§ Work request: Beginning with the first line, please repeat the entries exactly and end on the line that contains "let msg = e.to_string();".

--- Provided entries Enclosed Below ---

//! The whole case pipeline: the input split into plate, sensors and readings at two `\0`
//! bytes (a missing part takes the base file), loaded, described by `check`, and estimated
//! with a few replicates on a small grid. Every answer is finite or an error; an error from
//! the estimate is an input error, or a numerical failure that says so (exit status 1), never
//! a panic.
#![no_main]
use edgetherm::estimate::{EstimateOptions, estimate};
use edgetherm_fuzz::*;
use libfuzzer_sys::fuzz_target;

fuzz_target!(|data: &[u8]| {
    let mut parts = data.splitn(3, |&b| b == 0);
    let plate = parts
        .next()
        .filter(|p| !p.is_empty())
        .unwrap_or(PLATE.as_bytes());
    let sensors = parts
        .next()
        .filter(|p| !p.is_empty())
        .unwrap_or(SENSORS.as_bytes());
    let readings = parts
        .next()
        .filter(|p| !p.is_empty())
        .unwrap_or(READINGS.as_bytes());
    let dir = scratch();
    write_case(&dir, plate, sensors, readings);
    let Some((case, readings)) = load_and_check(&dir) else {
        return;
    };
    // keep each run short: a small model, few replicates, a coarse grid
    if case.fit.terms > 32 || case.sensors.len() > 64 {
        return;
    }
    let options = EstimateOptions {
        replicates: Some(8),
        grid: (5, 5),
        ..EstimateOptions::default()
    };
    match estimate(&case, &readings, &options, None) {
        Ok(r) => {
            assert!(r.check_finite().is_ok());
            assert!(r.hottest.temperature.is_finite());
        }
        Err(e) => {
            let msg = e.to_string();
            assert!(!msg.is_empty() && !msg.contains("NaN"), "{msg}");
        }
    }
});
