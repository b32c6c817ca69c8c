//! Pointwise bounds from the dual problem: the same optimum as a node program of
//! [`super::program`], found in the sensors' dimension instead of the nodes'.
//!
//! For a node objective `c = ±e_j` and no temperature limits, every admissible `(v, u)`
//! satisfies, for every `y ∈ ℝ^m` (Cauchy–Schwarz on the misfit cone),
//!
//! `cᵀv ≤ r‖y‖ + yᵀW(d − o) − yᵀW u + (c − HᵀW y)ᵀ v`.
//!
//! The allowance `|u_i| ≤ G a_i + b_i` gives `−yᵀW u ≤ Σ_i β_i |y_i|`, `β_i = w_i (G a_i + b_i)`.
//! Along each hidden edge the node values are only tied by `|v_{k+1} − v_k| ≤ G h`, so
//! `gᵀv` (`g = c − HᵀW y`) is bounded over them exactly when the entries of `g` along the
//! edge sum to zero, and then its largest value is `G h Σ_l |P_l|` with `P_l` the partial sums
//! of `g` (summation by parts: `gᵀv = −Σ_l (v_{l+1} − v_l) P_l`). Hence, with those sums
//! fixed to zero,
//!
//! `cᵀv ≤ F(y) = r‖y‖ + yᵀW(d − o) + Σ_i β_i |y_i| + Σ_e G h_e Σ_l |P_{e,l}(y)|`
//!
//! for **every** such `y`: any `y` gives a strict bound, and the smallest is the program's
//! optimum (Lagrangian duality; the set has interior points, so there is no gap: Boyd &
//! Vandenberghe 2004, *Convex Optimization*, §5.2.3 and §5.9). The search for a good `y` is a
//! smooth problem in `m` unknowns: each `|x|` is replaced by `√(x² + μ²)`, which overestimates
//! it by at most `μ`, and Newton's method with the edge sums as equality constraints is run
//! for `μ` falling tenfold per stage (a homotopy). The bound returned is the exact,
//! non-smooth `F` at the final `y`, so a search that stops early gives a wider bound, never a
//! false one. Rounding in the edge sums is covered by adding `|Σ g| T_span` per edge
//! ([`super::set::TEMPERATURE_SPAN_K`]).
//!
//! Each Newton step costs `O(n m²)` for `n` nodes and `m` sensors, against an interior-point
//! method on the `n`-dimensional primal that solves a sparse system with dense rows several
//! times per step; the optimum agrees with the conic solver's to about 1e-6 K
//! (`tests/integration/bounds_reference.rs`).

use super::set::{AdmissibleSet, TEMPERATURE_SPAN_K};
use nalgebra::{DMatrix, DVector};

/// The gradient-independent data of the dual for one set: the partial sums of `W H` along
/// each edge, and `W (d − o)`.
#[derive(Debug, Clone)]
pub struct DualData {
    m: usize,
    /// Per node `k` (all edges, in variable order): `Σ_{k' ≤ k, same edge} w_i H_{ik'}` for
    /// every sensor `i`, stored node after node (`cum[k m + i]`).
    cum: Vec<f64>,
    /// Per hidden edge: first node, node count, spacing (metres).
    edges: Vec<(usize, usize, f64)>,
    /// `w_i (d_i − o_i)`.
    a0: Vec<f64>,
    /// `w_i = 1 / σ_i`.
    w: Vec<f64>,
    /// Allowance per unit gradient (metres) and fixed allowance (kelvin) per sensor.
    allowance: (Vec<f64>, Vec<f64>),
}

/// Largest number of Newton steps over all smoothing stages.
const MAX_STEPS: usize = 400;

/// The smoothing stops when `μ` times the total weight of the smoothed terms is below this,
/// kelvin: the smooth optimum is then within it of the exact one.
const SMOOTHING_TOLERANCE_K: f64 = 1e-5;

impl DualData {
    /// Precompute the dual's data for `set`.
    pub fn new(set: &AdmissibleSet) -> Self {
        let m = set.sensor_count();
        let n = set.node_count;
        let w: Vec<f64> = set.sigmas.iter().map(|s| 1.0 / s).collect();
        let mut cum = vec![0.0; n * m];
        let mut edges = Vec::with_capacity(set.edges.len());
        for e in &set.edges {
            let count = e.positions_m.len();
            edges.push((e.first, count, e.spacing_m));
            for i in 0..m {
                let row = &set.h[i * n..(i + 1) * n];
                let mut acc = 0.0;
                for k in e.first..e.first + count {
                    acc += w[i] * row[k];
                    cum[k * m + i] = acc;
                }
            }
        }
        let a0 = (0..m)
            .map(|i| w[i] * (set.readings[i] - set.offset[i]))
            .collect();
        DualData {
            m,
            cum,
            edges,
            a0,
            w,
            allowance: set.allowance(),
        }
    }

    /// The largest value of node `node` over the set (`maximise`), or minus the smallest
    /// (`!maximise`), under gradient limit `gradient` (K/m) and misfit radius `radius`, as a
    /// strict upper bound in kelvin. `None` when the search did not settle (the caller then
    /// uses the conic program).
    pub fn node_bound(
        &self,
        node: usize,
        maximise: bool,
        gradient: f64,
        radius: f64,
    ) -> Option<f64> {
        let problem = Problem::new(
            self,
            node,
            if maximise { 1.0 } else { -1.0 },
            gradient,
            radius,
        )?;
        problem.solve()
    }
}

/// One node objective on one set.
struct Problem<'a> {
    data: &'a DualData,
    /// `C_k`: partial sums of the objective along each edge (`±1` from the node on).
    c_sum: Vec<f64>,
    /// `β_i`.
    beta: Vec<f64>,
    /// Weight `G h_e` of each partial sum (zero for each edge's last node, whose sum is fixed).
    omega: Vec<f64>,
    /// Indices of each edge's last node (the equality constraints).
    last: Vec<usize>,
    radius: f64,
}

impl<'a> Problem<'a> {
    fn new(data: &'a DualData, node: usize, sign: f64, gradient: f64, radius: f64) -> Option<Self> {
        let n = data.cum.len() / data.m.max(1);
        if node >= n
            || !(gradient.is_finite() && gradient > 0.0)
            || radius.is_nan()
            || radius <= 0.0
        {
            return None;
        }
        let mut c_sum = vec![0.0; n];
        let mut omega = vec![0.0; n];
        let mut last = Vec::with_capacity(data.edges.len());
        for &(first, count, h) in &data.edges {
            for k in first..first + count {
                if (first..first + count).contains(&node) && k >= node {
                    c_sum[k] = sign;
                }
                omega[k] = if k + 1 < first + count {
                    gradient * h
                } else {
                    0.0
                };
            }
            last.push(first + count - 1);
        }
        let (per_gradient, fixed) = &data.allowance;
        let beta = (0..data.m)
            .map(|i| data.w[i] * (gradient * per_gradient[i] + fixed[i]))
            .collect();
        Some(Problem {
            data,
            c_sum,
            beta,
            omega,
            last,
            radius,
        })
    }

    /// `P_k(y) = C_k − cum_k · y` for every node.
    fn partial_sums(&self, y: &[f64], out: &mut [f64]) {
        let m = self.data.m;
        for (k, p) in out.iter_mut().enumerate() {
            let row = &self.data.cum[k * m..(k + 1) * m];
            *p = self.c_sum[k] - row.iter().zip(y).map(|(a, b)| a * b).sum::<f64>();
        }
    }

    /// `F` (exact, `mu = None`) or its smoothing with parameters `(μ_P, μ_y)`.
    fn value(&self, y: &[f64], p: &[f64], mu: Option<(f64, f64)>) -> f64 {
        let abs = |x: f64, s: f64| match mu {
            None => x.abs(),
            Some(_) => (x * x + s * s).sqrt(),
        };
        let (mu_p, mu_y) = mu.unwrap_or((0.0, 0.0));
        let norm = y.iter().map(|v| v * v).sum::<f64>().sqrt();
        let mut f = self.radius * norm;
        for ((a, b), &yi) in self.data.a0.iter().zip(&self.beta).zip(y) {
            f += a * yi + b * abs(yi, mu_y);
        }
        for (k, &pk) in p.iter().enumerate() {
            if self.omega[k] > 0.0 {
                f += self.omega[k] * abs(pk, mu_p);
            }
        }
        f
    }

    /// The exact bound at `y`: `F(y)` plus the rounding of the edge sums.
    fn bound(&self, y: &[f64], p: &[f64]) -> f64 {
        let slack: f64 = self.last.iter().map(|&k| p[k].abs()).sum();
        self.value(y, p, None) + slack * TEMPERATURE_SPAN_K
    }

    fn solve(&self) -> Option<f64> {
        let m = self.data.m;
        let n = self.c_sum.len();
        let e = self.last.len();
        // the equality constraints S^T y = t: columns cum_{last_e}, right sides C_{last_e}
        let s = DMatrix::from_fn(m, e, |i, c| self.data.cum[self.last[c] * m + i]);
        let t = DVector::from_iterator(e, self.last.iter().map(|&k| self.c_sum[k]));
        // least-norm start
        let sts = s.transpose() * &s;
        let y0 = &s * sts.clone().lu().solve(&t)?;
        let mut y: Vec<f64> = y0.iter().copied().collect();
        let mut p = vec![0.0; n];
        self.partial_sums(&y, &mut p);
        let weight_p: f64 = self.omega.iter().sum();
        let weight_y: f64 = self.beta.iter().sum();
        let y_scale = y.iter().fold(0.0_f64, |a, v| a.max(v.abs())).max(1e-300);
        let mut mu = (1.0, y_scale);
        let target = (
            SMOOTHING_TOLERANCE_K / weight_p.max(1e-300),
            SMOOTHING_TOLERANCE_K / weight_y.max(1e-300),
        );
        let mut steps = 0;
        let mut grad = vec![0.0; m];
        let mut hess = DMatrix::<f64>::zeros(m + e, m + e);
        let mut trial = vec![0.0; m];
        let mut p_trial = vec![0.0; n];
        loop {
            // Newton on the smoothed F at this μ
            loop {
                if steps >= MAX_STEPS {
                    return None;
                }
                steps += 1;
                self.derivatives(&y, &p, mu, &mut grad, &mut hess);
                for r in 0..m {
                    for c in 0..e {
                        hess[(r, m + c)] = s[(r, c)];
                        hess[(m + c, r)] = s[(r, c)];
                    }
                }
                for r in m..m + e {
                    for c in m..m + e {
                        hess[(r, c)] = 0.0;
                    }
                }
                // right side: −∇F and the equality residual
                let mut rhs = DVector::<f64>::zeros(m + e);
                for i in 0..m {
                    rhs[i] = -grad[i];
                }
                for (c, &k) in self.last.iter().enumerate() {
                    // P_last = t − S^T y: drive it to zero
                    rhs[m + c] = p[k];
                }
                let step = hess.clone().lu().solve(&rhs)?;
                let dy: Vec<f64> = step.iter().take(m).copied().collect();
                let decrement: f64 = -dy.iter().zip(&grad).map(|(a, b)| a * b).sum::<f64>();
                let f0 = self.value(&y, &p, Some(mu));
                // backtracking line search (Armijo)
                let mut alpha = 1.0;
                let mut accepted = false;
                for _ in 0..60 {
                    for i in 0..m {
                        trial[i] = y[i] + alpha * dy[i];
                    }
                    self.partial_sums(&trial, &mut p_trial);
                    let f1 = self.value(&trial, &p_trial, Some(mu));
                    if f1.is_finite() && f1 <= f0 - 1e-4 * alpha * decrement.max(0.0) {
                        accepted = true;
                        break;
                    }
                    alpha *= 0.5;
                }
                if !accepted {
                    break;
                }
                y.copy_from_slice(&trial);
                p.copy_from_slice(&p_trial);
                if !f0.is_finite() || f0 < -1e3 * TEMPERATURE_SPAN_K {
                    return None; // unbounded below: the set is empty
                }
                // settled at this μ when the predicted decrease is below the smoothing's own
                // error (the last stage: well below the tolerance)
                let stage_tolerance =
                    (0.1 * (mu.0 * weight_p + mu.1 * weight_y)).max(1e-3 * SMOOTHING_TOLERANCE_K);
                if decrement.abs() <= stage_tolerance {
                    break;
                }
            }
            if mu.0 <= target.0 && mu.1 <= target.1 {
                break;
            }
            mu = ((mu.0 * 0.1).max(target.0), (mu.1 * 0.1).max(target.1));
        }
        let b = self.bound(&y, &p);
        b.is_finite().then_some(b)
    }

    /// Gradient and Hessian (top-left `m × m` block of `hess`) of the smoothed `F`.
    fn derivatives(
        &self,
        y: &[f64],
        p: &[f64],
        (mu_p, mu_y): (f64, f64),
        grad: &mut [f64],
        hess: &mut DMatrix<f64>,
    ) {
        let m = self.data.m;
        let norm = y.iter().map(|v| v * v).sum::<f64>().sqrt().max(1e-300);
        for i in 0..m {
            for j in 0..m {
                hess[(i, j)] = 0.0;
            }
        }
        // r ‖y‖
        for i in 0..m {
            grad[i] = self.radius * y[i] / norm + self.data.a0[i];
            for j in 0..m {
                let delta = if i == j { 1.0 } else { 0.0 };
                hess[(i, j)] += self.radius * (delta - y[i] * y[j] / (norm * norm)) / norm;
            }
        }
        // β_i |y_i|
        for i in 0..m {
            let h = (y[i] * y[i] + mu_y * mu_y).sqrt();
            grad[i] += self.beta[i] * y[i] / h;
            hess[(i, i)] += self.beta[i] * mu_y * mu_y / (h * h * h);
        }
        // Σ ω_k |P_k|, P_k = C_k − cum_k · y
        let mut upper = vec![0.0; m * m];
        for (k, &pk) in p.iter().enumerate() {
            let om = self.omega[k];
            if om == 0.0 {
                continue;
            }
            let h = (pk * pk + mu_p * mu_p).sqrt();
            let row = &self.data.cum[k * m..(k + 1) * m];
            let g1 = om * pk / h;
            let g2 = om * mu_p * mu_p / (h * h * h);
            for i in 0..m {
                grad[i] -= g1 * row[i];
            }
            if g2 > 0.0 {
                for i in 0..m {
                    let a = g2 * row[i];
                    for j in i..m {
                        upper[i * m + j] += a * row[j];
                    }
                }
            }
        }
        for i in 0..m {
            for j in i..m {
                hess[(i, j)] += upper[i * m + j];
                if j != i {
                    hess[(j, i)] += upper[i * m + j];
                }
            }
        }
    }
}
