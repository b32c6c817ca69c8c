//! Eigenfunctions along an edge and decay across the plate.
//!
//! Separating variables in Laplace's equation on a rectangle gives, for data on one edge and
//! homogeneous conditions on the others, `T(s, d) = Σ a_n φ_n(s) ψ_n(d)`, where `s` runs along
//! the edge and `d` is the distance into the plate. The functions `φ_n` come from the two
//! adjacent edges (zero value at a Dirichlet end, zero slope at an insulated end, a Robin
//! condition at a convective end), and `ψ_n` from the opposite edge (e.g. Carslaw & Jaeger,
//! *Conduction of Heat in Solids*, 2nd ed., §3.9 and §5.2; Incropera et al., *Fundamentals of
//! Heat and Mass Transfer*, §4.2):
//!
//! | adjacent ends | `φ_n(s)` | wavenumber `k_n` |
//! |---|---|---|
//! | Dirichlet, Dirichlet | `sin(k_n s)` | `(n+1) π / L` |
//! | insulated, insulated | `cos(k_n s)` (n = 0 is the constant mode) | `n π / L` |
//! | Dirichlet, insulated | `sin(k_n s)` | `(n+½) π / L` |
//! | insulated, Dirichlet | `cos(k_n s)` | `(n+½) π / L` |
//! | any, with a convective end | `sin(k_n s + θ₀(k_n))` | root of `k L + θ₀(k) + θ_L(k) = (n+1) π` |
//!
//! Every family is `φ_n(s) = sin(k_n s + θ₀)`, with the end phase `θ(k) = 0` at a Dirichlet
//! end, `π/2` at an insulated end and `atan(k/β)` at a convective end, `β = h/κ` (1/m; `κ` the
//! conductivity). A convective neighbour at `s = 0` imposes `φ'(0) = β φ(0)` (heat leaves
//! through it: `κ ∂T/∂n_in = h (T − T∞)`, homogeneous here), one at `s = L` imposes
//! `−φ'(L) = β φ(L)`; `sin(ks + θ₀)` meets the first for `tan θ₀ = k/β`, and the second
//! holds when `kL + θ₀ + θ_L = mπ`. The left side grows strictly with `k` (each phase
//! grows from its value at 0 to at most `π/2`), so branch `n` has exactly one root in
//! `[nπ/L, (n+1)π/L]`: it is bracketed exactly and refined by Brent's method (argmin's
//! `BrentRoot`). These are the roots tabulated by Carslaw & Jaeger (Appendix IV, `ξ tan ξ = Bi`
//! for one convective and one insulated end). Robin eigenfunctions are orthogonal (a
//! self-adjoint Sturm–Liouville problem), with `‖φ_n‖² = L/2 − (sin 2(kL+θ₀) − sin 2θ₀)/(4k)`.
//!
//! | opposite edge | `ψ_n(d)` |
//! |---|---|
//! | Dirichlet, at distance `D` | `sinh(k(D−d)) / sinh(kD)` (`(D−d)/D` when k = 0) |
//! | insulated, at distance `D` | `cosh(k(D−d)) / cosh(kD)` (1 when k = 0) |
//! | convective (`β`), at distance `D` | `u(d)/u(0)`, `u = k cosh(k(D−d)) + β sinh(k(D−d))` (`(1+β(D−d))/(1+βD)` when k = 0) |
//! | none (long strip) | `exp(−k d)` |
//!
//! The ratios are evaluated in the overflow-safe form
//! `e^{−kd} (1 ∓ e^{−2k(D−d)}) / (1 ∓ e^{−2kD})`, never as ratios of large hyperbolic
//! functions; the convective one as `e^{−kd} N(2k(D−d)) / N(2kD)` with
//! `N(x) = k (1 + e^{−x}) − β expm1(−x)`, a sum of two non-negative terms. The families of
//! uniformly spaced wavenumbers (no convective end) are evaluated for all `n` at once with
//! recurrences: the trigonometric ones by `f_{n+1} = 2 cos θ f_n − f_{n−1}` (valid for any
//! arithmetic sequence of angles), the exponentials by repeated multiplication; the others
//! mode by mode.
//!
//! A convective edge's own series is normalised on its Robin data rather than its
//! temperature: mode `n` carries the gain `g_n = 1 / (ψ_n(0) − ψ_n'(0)/β)`, so that
//! `T − T_d/β` on the edge is `Σ a_n φ_n(s)` (`docs/method.md` §1, convective edges).

use argmin::core::{CostFunction, Executor};
use argmin::solver::brent::BrentRoot;
use serde::Serialize;
use std::f64::consts::{FRAC_PI_2, PI};
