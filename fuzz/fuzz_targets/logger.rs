//! Any bytes as a logger file for `track` (with the valid base case): rows or an input error,
//! never a panic; every reading read is finite and plausible.
#![no_main]
use edgetherm::io::{LoggerOptions, LoggerReader, LoggerRow};
use edgetherm_fuzz::*;
use libfuzzer_sys::fuzz_target;

fuzz_target!(|data: &[u8]| {
    // the base case is the same for every input: load it once per process
    static CASE: std::sync::OnceLock<edgetherm::case::Case> = std::sync::OnceLock::new();
    let dir = scratch();
    let case = CASE.get_or_init(|| {
        write_case(
            &dir,
            PLATE.as_bytes(),
            SENSORS.as_bytes(),
            READINGS.as_bytes(),
        );
        edgetherm::io::load_case(&edgetherm::case::CaseFiles::in_dir(&dir)).unwrap()
    });
    let log = dir.join("log.csv");
    std::fs::write(&log, data).unwrap();
    let options = LoggerOptions {
        ignore_extra: data.first().is_some_and(|b| b & 1 == 1),
        follow: None,
        ..LoggerOptions::default()
    };
    let mut reader = match LoggerReader::open(&log, case, &options) {
        Ok(r) => r,
        Err(e) => return input_error(&e),
    };
    let mut row = LoggerRow::default();
    for _ in 0..10_000 {
        match reader.next_row(&mut row) {
            Ok(true) => {
                assert!(row.time_s.is_finite());
                for v in row.values.iter().flatten() {
                    assert!(v.is_finite() && (0.0..=5000.0).contains(v), "reading {v}");
                }
            }
            Ok(false) => break,
            Err(e) => return input_error(&e),
        }
    }
});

--- End of Enclosed Provided entries ---

§ Answer:
//! The whole case pipeline: the input split into plate, sensors and readings at two `\0`
//! bytes (a missing part takes the base file), loaded, described by `check`, and estimated
//! with a few replicates on a small grid. Every answer is finite or an error; an error from
//! the estimate is an input error, or a numerical failure that says so (exit status 1), never
//! a panic.
#![no_main]
use edgetherm::estimate::{EstimateOptions, estimate};
use edgetherm_fuzz::*;
use libfuzzer_sys::fuzz_target;

fuzz_target!(|data: &[u8]| {
    let mut parts = data.splitn(3, |&b| b == 0);
    let plate = parts
        .next()
        .filter(|p| !p.is_empty())
        .unwrap_or(PLATE.as_bytes());
    let sensors = parts
        .next()
        .filter(|p| !p.is_empty())
        .unwrap_or(SENSORS.as_bytes());
    let readings = parts
        .next()
        .filter(|p| !p.is_empty())
        .unwrap_or(READINGS.as_bytes());
    let dir = scratch();
    write_case(&dir, plate, sensors, readings);
    let Some((case, readings)) = load_and_check(&dir) else {
        return;
    };
    // keep each run short: a small model, few replicates, a coarse grid
    if case.fit.terms > 32 || case.sensors.len() > 64 {
        return;
    }
    let options = EstimateOptions {
        replicates: Some(8),
        grid: (5, 5),
        ..EstimateOptions::default()
    };
    match estimate(&case, &readings, &options, None) {
        Ok(r) => {
            assert!(r.check_finite().is_ok());
            assert!(r.hottest.temperature.is_finite());
        }
        Err(e) => {
            let msg = e.to_string();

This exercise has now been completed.